(Collected data)
▶

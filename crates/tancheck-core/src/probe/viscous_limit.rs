//! The viscous-limit probe: a routine with viscous regularisation (a viscosity property,
//! `"viscosity": property index`) must converge to its rate-independent update as the
//! viscosity goes to zero, and its tangent must be the consistent one at every viscosity —
//! the viscous tangent depends on the time increment (Duvaut–Lions type, backward Euler:
//! the growth term carries Δt/(η + Δt); REFERENCES.md, "softening regularisation").
//!
//! The path is walked with η = 0 (the reference) and with η = η₀, η₀/10, …, η₀/10⁴, where
//! η₀ is the declared value or, when that is 0, the largest time increment of the path; while
//! the difference is still above `tol` and falls steadily, further decades follow, down to
//! η₀/10¹⁰ (an overstress exponent m converges as η^(1/m): slowly, but surely). At
//! each level the largest stress difference from the reference, relative to the largest
//! reference stress, must not grow as η falls, and at the smallest level it must be at most
//! `tol` (default 1e-3: backward Euler leaves a difference of order η/Δt). At each level,
//! the reference included, the tangent check of [`crate::check`] runs along the path with its
//! time increments (at the increments of `at`). Without `viscosity`, or on a path without time
//! increments: skipped with the reason.

use super::{faulted, walk, Probe, ProbeEnv, ProbeResult, ProbeStatus};
use crate::check;
use crate::error::CoreError;
use crate::probe::Needs;
use crate::routine::{Caller, Fault};
use crate::Verdict;

pub struct ViscousLimit;

const DEFAULT_TOL: f64 = 1e-3;
/// Viscosity levels below η₀, each a tenth of the one before.
const LEVELS: i32 = 4;
/// Levels at most, while the difference falls steadily and is still above the tolerance.
const MAX_LEVELS: i32 = 10;

/// The differences of the last three levels each fall by at least a factor 1.5 a decade (a
/// convergence of order 0.18 or more; η^(1/m) for an overstress exponent m up to 5 falls by
/// 1.58 a decade).
fn falling_steadily(diffs: &[(f64, f64)]) -> bool {
    diffs.len() >= 3 && diffs[diffs.len() - 3..].windows(2).all(|w| w[1].1 > 0.0 && w[0].1 >= 1.5 * w[1].1)
}

/// The stress at the end of every increment of the path with `props`.
fn stresses(
    caller: &mut Caller<'_>,
    env: &ProbeEnv<'_>,
    props: &[f64],
) -> Result<Vec<Vec<f64>>, (usize, Fault)> {
    let env2 = ProbeEnv { props, ..*env };
    let mut out = Vec::with_capacity(env.path.increments.len());
    walk(caller, &env2, |_, d, _| {
        out.push(d.base.stress.clone());
        Ok(())
    })?;
    Ok(out)
}

fn norm(v: &[f64]) -> f64 {
    v.iter().map(|x| x * x).sum::<f64>().sqrt()
}

impl Probe for ViscousLimit {
    fn name(&self) -> &'static str {
        "viscous-limit"
    }
    fn needs(&self) -> Needs {
        Needs::TANGENT
    }
    fn run(&self, caller: &mut Caller<'_>, env: &ProbeEnv<'_>) -> Result<ProbeResult, CoreError> {
        self.run_checked(caller, env).map_err(CoreError::ProbeInput)
    }
}

impl ViscousLimit {
    fn run_checked(&self, caller: &mut Caller<'_>, env: &ProbeEnv<'_>) -> Result<ProbeResult, String> {
        let name = self.name();
        let Some(iv) = env.spec.viscosity else {
            return Ok(ProbeResult::skipped(
                name,
                "no viscosity declared (\"viscosity\": property index): the routine is taken as rate independent",
            ));
        };
        if iv >= env.props.len() || !env.props[iv].is_finite() || env.props[iv] < 0.0 {
            return Err(format!(
                "viscous-limit: \"viscosity\" {iv} is not a property holding a viscosity >= 0 (the routine has {} properties)",
                env.props.len()
            ));
        }
        let dt = env.path.increments.iter().map(|i| i.dtime).fold(0.0, f64::max);
        if dt <= 0.0 {
            return Ok(ProbeResult::skipped(
                name,
                "the path has no time increments (dtime), so a viscosity has no effect",
            ));
        }
        let tol = env.spec.tol.unwrap_or(DEFAULT_TOL);
        let eta0 = if env.props[iv] > 0.0 { env.props[iv] } else { dt };
        let with_eta = |eta: f64| {
            let mut p = env.props.to_vec();
            p[iv] = eta;
            p
        };
        let reference = match stresses(caller, env, &with_eta(0.0)) {
            Ok(s) => s,
            Err((k, f)) => return Ok(faulted(name, k, &f)),
        };
        let scale = reference.iter().map(|s| norm(s)).fold(0.0, f64::max).max(f64::MIN_POSITIVE);
        let mut details = vec![format!("reference: η = 0; largest stress {scale:.6e}")];
        // Tangent check at every level, the reference included.
        let mut tangent_trouble: Option<String> = None;
        let mut diffs: Vec<(f64, f64)> = Vec::new();
        // Level −1 is the reference (η = 0); the levels go on past LEVELS while the difference
        // is above the tolerance and falls steadily (a slow but sure convergence, as a
        // Perzyna overstress with exponent m gives, η^(1/m)), up to MAX_LEVELS.
        let mut level: i32 = -1;
        loop {
            let eta = if level < 0 { 0.0 } else { eta0 * 10f64.powi(-level) };
            let props = with_eta(eta);
            if eta > 0.0 {
                let s = match stresses(caller, env, &props) {
                    Ok(s) => s,
                    Err((k, f)) => {
                        let mut r = faulted(name, k, &f);
                        r.summary = format!("at η = {eta:.3e}: {}", r.summary);
                        return Ok(r);
                    }
                };
                let e = s
                    .iter()
                    .zip(&reference)
                    .map(|(a, b)| a.iter().zip(b).map(|(x, y)| (x - y) * (x - y)).sum::<f64>().sqrt())
                    .fold(0.0, f64::max)
                    / scale;
                diffs.push((eta, e));
            }
            let report = check::run(caller, &props, env.start.clone(), env.path, env.settings)
                .map_err(|e| e.to_string())?;
            let failed: Vec<_> =
                report.increments.iter().filter(|i| env.spec.runs_at(i.index) && !i.passed()).collect();
            let line = if report.verdict == Verdict::RoutineFault {
                let what = report.first_fault().map_or_else(String::new, |f| f.message.clone());
                format!("η = {eta:.3e}: the routine failed during the tangent check: {what}")
            } else if failed.is_empty() {
                format!("η = {eta:.3e}: tangent consistent along the path")
            } else {
                format!(
                    "η = {eta:.3e}: tangent wrong at {} increment(s), first {}; finding: {}",
                    failed.len(),
                    failed[0].index,
                    report.finding()
                )
            };
            if tangent_trouble.is_none() && (report.verdict == Verdict::RoutineFault || !failed.is_empty()) {
                tangent_trouble = Some(line.clone());
            }
            details.push(line);
            level += 1;
            let above = diffs.last().is_some_and(|&(_, e)| e > tol);
            if level > LEVELS && !(level <= MAX_LEVELS && above && falling_steadily(&diffs)) {
                break;
            }
        }
        for (eta, e) in &diffs {
            details.push(format!("η = {eta:.3e}: stress differs from the reference by {e:.3e}"));
        }
        let rising = diffs.windows(2).find_map(|w| {
            let ((_, e0), (eta1, e1)) = (w[0], w[1]);
            (e1 > e0 * (1.0 + 1e-6) + 1e-13).then_some((eta1, e0, e1))
        });
        let (eta_min, e_min) = *diffs.last().expect("levels");
        let rate = diffs
            .iter()
            .rev()
            .nth(1)
            .filter(|(_, e)| *e > 0.0 && e_min > 0.0)
            .map(|(_, e)| (e / e_min).log10());
        let mut problems = Vec::new();
        if let Some((eta, e0, e1)) = rising {
            problems.push(format!(
                "the stress moves away from the rate-independent one as η falls (difference {e0:.3e}, then {e1:.3e} at η = {eta:.3e})"
            ));
        }
        if e_min > tol && falling_steadily(&diffs) {
            problems.push(format!(
                "the stress converges to the rate-independent one only slowly ({} per decade of η) and at \
                 η = {eta_min:.3e}, {} decades below η₀, still differs from it by {e_min:.3e} (> {tol:.1e})",
                rate.map_or_else(|| "-".into(), |p| format!("order {p:.2}")),
                MAX_LEVELS
            ));
        } else if e_min > tol {
            problems.push(format!(
                "at η = {eta_min:.3e} the stress still differs from the rate-independent one by {e_min:.3e} \
                 (> {tol:.1e}): the update does not converge to the rate-independent limit"
            ));
        }
        if let Some(t) = &tangent_trouble {
            problems.push(format!("the tangent is not consistent at every viscosity ({t})"));
        }
        let mut r = if problems.is_empty() {
            ProbeResult::new(
                name,
                ProbeStatus::Pass,
                format!(
                    "converges to the rate-independent update (difference {e_min:.2e} at η = {eta_min:.2e}{}) \
                     and the tangent is consistent at η = 0 and {} viscosities",
                    rate.map_or_else(String::new, |p| format!(", order {p:.2} per decade")),
                    diffs.len()
                ),
            )
        } else {
            ProbeResult::new(name, ProbeStatus::Fail, problems.join("; "))
        };
        r.value = Some(e_min);
        r.tol = Some(tol);
        r.details = details;
        Ok(r)
    }
}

◀

Going back to the entries above, set down exactly the lines that begin at the one with "(default 1e-3: backward" and end at the one with "use crate::error::CoreError;", both included, and nothing else.

//! `tol` (default 1e-3: backward Euler leaves a difference of order η/Δt). At each level,
//! the reference included, the tangent check of [`crate::check`] runs along the path with its
//! time increments (at the increments of `at`). Without `viscosity`, or on a path without time
//! increments: skipped with the reason.

use super::{faulted, walk, Probe, ProbeEnv, ProbeResult, ProbeStatus};
use crate::check;
use crate::error::CoreError;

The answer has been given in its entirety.